Таргетное секвенирование позволяет сосредоточиться на конкретных областях генома или отдельных генах. Этот метод применяется тогда, когда у пациента есть подозрение на какое либо генетическое заболевание с известной молекулярной этиологией. В таких случаях достаточно установить структуру только одного гена или некоторых его участков, так называемых горячих точек, где наличие мутации наиболее вероятно.
Для таргетного секвенирования используется обычно метод СЭНГЕРА, который позволяет установить последоваельность небольших фрагментов ДНК - до 1000 нуклеотидов в одном исследовании. Этот метод вполне подходит для анализа одного или нескольких небольших генов.
|
В основе метода Сэнгера автоматического секвенирования лежит уже метод ферментативного секвенирования с использованием терминирующих динуклеотидов.

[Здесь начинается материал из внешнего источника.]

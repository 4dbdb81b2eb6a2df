"""Where the bundled network and environment live: ``models/ancestral_core/`` of the repository,
shipped inside the package as ``tfa.models``.
"""

from __future__ import annotations

import importlib.resources
from pathlib import Path

import cobra

from ..errors import NetworkFileError

BUNDLED_NAME = "ancestral_core"


def bundled_folder(name: str = BUNDLED_NAME) -> Path:
    """The folder of a bundled network (``tfa.models/<name>``), as a file-system path."""
    root = importlib.resources.files("tfa.models")
    folder = Path(str(root / name))
    if not folder.is_dir():
        raise NetworkFileError(
            f"bundled network '{name}' not found at {folder}; reinstall tfa or give your own network files"
        )
    return folder


def bundled_reactions_path(name: str = BUNDLED_NAME) -> Path:
    """``reactions.tsv`` of the bundled network."""
    return bundled_folder(name) / "reactions.tsv"


def bundled_compounds_path(name: str = BUNDLED_NAME) -> Path:
    """``compounds.tsv`` of the bundled network."""
    return bundled_folder(name) / "compounds.tsv"


def bundled_environment_path(name: str = BUNDLED_NAME) -> Path:
    """``environment.toml`` of the bundled network (the Kestrel Ridge vent field)."""
    return bundled_folder(name) / "environment.toml"


def load_bundled_network(name: str = BUNDLED_NAME) -> cobra.Model:
    """Read the bundled network (checked: every internal reaction balances)."""
    from .io_table import read_network

    return read_network(bundled_reactions_path(name), bundled_compounds_path(name), model_id=name)


#: The starter network ``tfa new-network`` writes (the example of docs/formats.md).
STARTER_NAME = "starter"
#: Its files, in the order they are written.
STARTER_FILES = ("compounds.csv", "reactions.csv", "environment.toml")


def write_starter_network(folder: str | Path) -> list[Path]:
    """Write the starter network (its compounds and reactions tables and its environment, demo
    data of an invented setting) into ``folder``, created if needed; returns the files written.

    Raises
    ------
    NetworkFileError
        When ``folder`` is a file, or already holds one of the files (nothing is overwritten).
    """
    from ..util.files import write_text

    folder = Path(folder)
    if folder.exists() and not folder.is_dir():
        raise NetworkFileError(f"{folder}: exists and is not a folder; give a new or empty folder")
    taken = [name for name in STARTER_FILES if (folder / name).exists()]
    if taken:
        raise NetworkFileError(f"{folder}: already holds {', '.join(taken)}; give a new folder "
                               "(nothing was overwritten)")
    source = bundled_folder(STARTER_NAME)
    return [write_text(folder / name, (source / name).read_text(encoding="utf-8"))
            for name in STARTER_FILES]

Автоматическое секвенирование включает несколько стадий:
1. Амплифицирование - получение большого количества копий ДНК с помошью специфических олигонуклеотидов - праймеров и фермента - TAq -полимеразы.

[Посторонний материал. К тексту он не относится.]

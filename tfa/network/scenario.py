"""Scenario uncertainty: ranges or distributions of a setting's assumptions, and keyed draws of
them (the ``[scenario]`` section of an environment file).

An assumption of the setting (the temperature, the pH, the ionic strength, the pressure, the
activity of a fed compound, the pH of a fed proton pool such as the outer fluid's) may be given a
range. Each key of ``[scenario]`` names one assumption; its value is

- ``[low, high]``: uniform between the two values (for a fed activity ``feed.<id>``: uniform in
  log10 between them, a range of orders of magnitude);
- ``{ normal = [mean, sd] }``: normal, cut at mean ± 3 sd (not for ``feed.<id>``).

Keys: ``temperature_C``, ``pH``, ``ionic_strength_M``, ``pressure_bar``, ``feed.<id>`` (a fed
compound's activity, mol/L; gases bar), ``pH_feed.<id>`` (a fed H+ pool given as a pH: its
activity is 10^−pH), ``pH_compartment.<id>`` (the pH of a compartment of ``[compartments]``, e.g.
the outer fluid of a proton gradient), ``ion_stoichiometry.<reaction>`` (ions moved per turnover,
e.g. H⁺ per ATP of the gradient's ATP synthase; need not be whole: a c-ring of 11 gives 11/3),
``phosphorylation_potential_min_kJ_per_mol`` (the floor of ``[cofactors]``) and
``pool_total.<pool>`` (the largest total of a carrier pool of ``[cofactors]``, mol/L, drawn
log-uniform like a fed activity). The central value of an assumption is the one the rest of the
file states (the draws are about it).

Draw i of an assumption takes the standard normal number named ``scenario:<key>`` of draw i
(:func:`tfa.util.keyed_random.keyed_normals`): u = Φ(z) gives the uniform one. So draw i of the
setting goes with draw i of the energies, whichever is drawn alone or both together.

Example file section (the Kestrel Ridge demo)::

    [scenario]
    "pH_compartment.out" = [5.0, 6.0]    # the outer fluid between pH 5 and 6
    temperature_C = { normal = [70.0, 5.0] }
    "ion_stoichiometry.ATPS_GRAD" = [3.0, 5.0]   # H+ per ATP

Units: as in the environment file (degC, mol/L, bar).
"""

from __future__ import annotations

import math
from dataclasses import dataclass, replace
from statistics import NormalDist
from typing import Any, Mapping

from ..errors import NetworkFileError
from ..util.keyed_random import keyed_normals

#: Keys of [scenario] for conditions -> the name of the condition changed.
CONDITION_KEYS = {"temperature_C": "temperature", "pH": "ph", "ionic_strength_M": "ionic_strength",
                  "pressure_bar": "pressure"}
#: Prefixes of [scenario] keys that name one thing of the environment after the dot.
NAMED_PREFIXES = ("feed", "pH_feed", "pH_compartment", "ion_stoichiometry", "pool_total")
#: Keys of the carrier states (``[cofactors]``) a scenario may draw, besides ``pool_total.<pool>``.
COFACTOR_SCENARIO_KEYS = ("phosphorylation_potential_min_kJ_per_mol",)
#: Prefixes drawn log-uniform from a range (amounts spanning orders of magnitude).
LOG_UNIFORM_PREFIXES = ("feed", "pool_total")
#: Cut of a normal distribution, in standard deviations.
NORMAL_CUT = 3.0


def changes_the_energies(key: str) -> bool:
    """Whether drawing assumption ``key`` asks for the network to be prepared again (a condition,
    a compartment's pH, an ion stoichiometry, a carrier state), rather than only a fed
    compound's fixed activity.

    >>> changes_the_energies("pH_compartment.out"), changes_the_energies("feed.co2")
    (True, False)
    """
    prefix = key.split(".", 1)[0] if "." in key else ""
    return key in CONDITION_KEYS or key in COFACTOR_SCENARIO_KEYS or prefix in (
        "pH_compartment", "ion_stoichiometry", "pool_total")


@dataclass(frozen=True)
class Assumption:
    """One assumption with a distribution: ``key`` as written, ``kind`` "uniform",
    "log_uniform" or "normal", and its two numbers (low, high or mean, sd)."""

    key: str
    kind: str
    first: float
    second: float

    def value(self, z: float) -> float:
        """The value for the standard normal number z (uniform ones through u = Φ(z)).

        >>> Assumption("pH", "uniform", 5.0, 6.0).value(0.0)
        5.5
        >>> round(Assumption("feed.co2", "log_uniform", 1e-3, 1e-1).value(0.0), 6)
        0.01
        """
        if self.kind == "normal":
            return self.first + self.second * max(-NORMAL_CUT, min(NORMAL_CUT, z))
        u = NormalDist().cdf(z)
        if self.kind == "log_uniform":
            low, high = math.log10(self.first), math.log10(self.second)
            return 10.0 ** (low + u * (high - low))
        return self.first + u * (self.second - self.first)

    def describe(self) -> str:
        if self.kind == "normal":
            return f"{self.key} ~ normal({self.first:g}, {self.second:g})"
        return f"{self.key} in [{self.first:g}, {self.second:g}]" + (
            " (log-uniform)" if self.kind == "log_uniform" else "")


def parse_scenario(section: Mapping[str, Any] | None, where: str = "environment") -> dict[str, Assumption]:
    """The assumptions of a ``[scenario]`` section (checked; errors name the key and the fix)."""
    out: dict[str, Assumption] = {}
    for key, value in (section or {}).items():
        prefix = key.split(".", 1)[0] if "." in key else ""
        if (key not in CONDITION_KEYS and key not in COFACTOR_SCENARIO_KEYS
                and prefix not in NAMED_PREFIXES):
            raise NetworkFileError(
                f"{where} [scenario] '{key}': unknown assumption; use {', '.join(CONDITION_KEYS)}, "
                f"{', '.join(COFACTOR_SCENARIO_KEYS)}, "
                + ", ".join(f'"{p}.<id>"' for p in NAMED_PREFIXES))
        if prefix and not key.split(".", 1)[1]:
            raise NetworkFileError(f"{where} [scenario] '{key}': name the compound, compartment, "
                                   "reaction or pool after the dot")
        if isinstance(value, dict):
            if set(value) != {"normal"} or not _two_numbers(value["normal"]):
                raise NetworkFileError(f"{where} [scenario] '{key}': write [low, high] or "
                                       "{ normal = [mean, sd] }")
            if prefix in LOG_UNIFORM_PREFIXES:
                raise NetworkFileError(f"{where} [scenario] '{key}': an amount takes a range "
                                       "[low, high] (drawn log-uniform), not a normal distribution")
            mean, sd = (float(v) for v in value["normal"])
            if not sd > 0:
                raise NetworkFileError(f"{where} [scenario] '{key}': the standard deviation must be > 0")
            out[key] = Assumption(key, "normal", mean, sd)
            continue
        if not _two_numbers(value):
            raise NetworkFileError(f"{where} [scenario] '{key}': write [low, high] or "
                                   "{ normal = [mean, sd] }")
        low, high = (float(v) for v in value)
        if not low < high:
            raise NetworkFileError(f"{where} [scenario] '{key}': need low < high, got [{low:g}, {high:g}]")
        if prefix in LOG_UNIFORM_PREFIXES:
            if low <= 0:
                raise NetworkFileError(f"{where} [scenario] '{key}': amounts must be > 0")
            out[key] = Assumption(key, "log_uniform", low, high)
        else:
            out[key] = Assumption(key, "uniform", low, high)
    return out


def _two_numbers(value: Any) -> bool:
    return (isinstance(value, list) and len(value) == 2
            and all(isinstance(v, (int, float)) and not isinstance(v, bool) and math.isfinite(v)
                    for v in value))


def draw_changes(assumptions: Mapping[str, Assumption], seed: int, index: int,
                 held: tuple[str, ...] = ()) -> dict[str, float]:
    """The assumptions' values in draw ``index`` (those in ``held`` left at their central value,
    i.e. not changed): key -> value, in the units of the file."""
    keys = [k for k in sorted(assumptions) if k not in held]
    z = keyed_normals(seed, index, [f"scenario:{k}" for k in keys])
    return {k: assumptions[k].value(float(zk)) for k, zk in zip(keys, z)}


def apply_changes(environment, changes: Mapping[str, float]):
    """A copy of ``environment`` with the drawn values of :func:`draw_changes`."""
    env = environment
    conditions = {}
    feed = {}
    for key, value in changes.items():
        if key in CONDITION_KEYS:
            name = CONDITION_KEYS[key]
            conditions["celsius" if name == "temperature" else name] = float(value)
        elif key.startswith("feed."):
            feed[key[5:]] = float(value)
        elif key.startswith("pH_feed."):
            feed[key[8:]] = 10.0 ** (-float(value))
    if conditions:
        env = env.with_conditions(**conditions)
    for key, value in changes.items():
        if key.startswith("pH_compartment."):
            cid = key[len("pH_compartment."):]
            if cid not in env.compartments:
                raise NetworkFileError(f"[scenario] '{key}': {cid} is not a compartment of the "
                                       "environment; give it with [compartments.ID]")
            env = replace(env, compartments={**env.compartments,
                                             cid: replace(env.compartments[cid], ph=float(value))})
    env = _with_drawn_setting(env, changes)
    if feed:
        unknown = [k for k in feed if k not in env.feed]
        if unknown:
            raise NetworkFileError(f"[scenario]: {', '.join(unknown)} is not fed in [feed]; a "
                                   "scenario changes the activity of a fed compound only")
        env = env.with_feed(feed)
    return env


def _with_drawn_setting(env, changes: Mapping[str, float]):
    """``env`` with drawn ion stoichiometries and carrier states (keys of the module text)."""
    ions = {key.split(".", 1)[1]: float(v) for key, v in changes.items()
            if key.startswith("ion_stoichiometry.")}
    if ions:
        unknown = [rid for rid in ions if rid not in (env.ion_stoichiometry or {})]
        if unknown:
            raise NetworkFileError(f"[scenario] 'ion_stoichiometry.{unknown[0]}': {unknown[0]} has "
                                   "no entry in [ion_stoichiometry]; give its central value there")
        env = replace(env, ion_stoichiometry={**env.ion_stoichiometry, **ions})
    floor = changes.get("phosphorylation_potential_min_kJ_per_mol")
    totals = {key.split(".", 1)[1]: float(v) for key, v in changes.items()
              if key.startswith("pool_total.")}
    if floor is None and not totals:
        return env
    states = env.cofactors
    if states is None:
        raise NetworkFileError("[scenario]: a carrier state is drawn but the environment has no "
                               "[cofactors] section; give its central values there")
    pools = {pool.name: pool for pool in states.pools}
    unknown = [name for name in totals if name not in pools]
    if unknown:
        raise NetworkFileError(f"[scenario] 'pool_total.{unknown[0]}': no pool of that name in "
                               f"[cofactors]; pools: {', '.join(pools) or 'none'}")
    states = replace(states, pools=tuple(replace(p, total=totals.get(p.name, p.total))
                                         for p in states.pools),
                     phosphorylation_floor=states.phosphorylation_floor if floor is None
                     else float(floor))
    return replace(env, cofactors=states)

2. Специфическая терминация синтеза, которая обеспечивается добавлением в реакционную смесь четырех типов dNTP (один из которых был радиоактивно мечен по альфа положению фосфата) и одного из 2',3'-дидезоксинуклеозидтрифосфатов (ddATP, ddTTP, ddCTP или ddGTP), который способен включаться в растущую цепь ДНК, но не способен обеспечивать дальнейшее копирование из-за отсутствия 3'-ОН группы
3. Разделение меченных фрагментов ДНК в ПААГ, получение спектра эмиссии флуорофоров и последующий обсчет собранных данных.
Флуоресцентную метку включают либо в праймер, либо в терминатор транскрипции согласно следующим схемам:
Использование меченных праймеров предполагает проведение четырех независимых реакций (отдельно с каждым из терминаторов) для каждого секвенируемого образца. Использование меченных терминаторов позволяет совместить все четыре реакции в одной пробирке.
|
Капиллярный секвенатор в лаборатории
Результаты секвенирования гена MECP2
Секвенирование кДНК или отдельных экзонов наиболее эффективный способ выявления мутаций. Довольно часто первичный поиск нарушений в кодирующих областях гена осуществляют именно таким образом. Для генов, имеющих сравнительно небольшие размеры (например, ген фактора IX свертывания крови, детерминирующий гемофилию В), метод прямого секвенирования иногда используют как основной метод сканирования мутаций.
Однако, несмотря на наличие методик (различные модификации ПЦР, использование мРНКлля для получения кДНК), переводящих секвенирование в разряд рутинных методов, секвенирование полноразмерной кДНК (т.е. всех экзонов) для выявления мутаций у отдельных индивидов остается трудоемкой, дорогой и требующей больших затрат времени процедурой. Поэтому на практике полученные путем амплификации или клонирования фрагменты ДНК предварительно тестируют на наличие мутаций более простыми методами, основанными на сравнении физико-химических характеристик мутантных и нормальных последовательностей. Однако точные молекулярные характеристики каждой мутации независимо от ее природы (замены нуклеотидов, делеции, дупликации, инсерции и др.), могут быть получены только путем прямого секвенирования.
Преимущества таргетного секвенирования
- Позволяет сфокусироваться на определённых участках, благодаря чему анализировать результат гораздо удобней;
- Существенно снижает затраты (временные и денежные);
- Благодаря глубокому секвенированию на различных уровнях можно получить информацию о редких отклонениях.
Доступность метода
По сравнению с комплексными методами анализа, таргетное секвенирование более выгодно. Исследуются лишь отдельные участки генов, в которых могут определяться мутации. В таком случае для диагностики требуется меньше ресурсов, поэтому таргетный поиск отдельных отклонений обойдётся гораздо дешевле, нежели полная диагностика.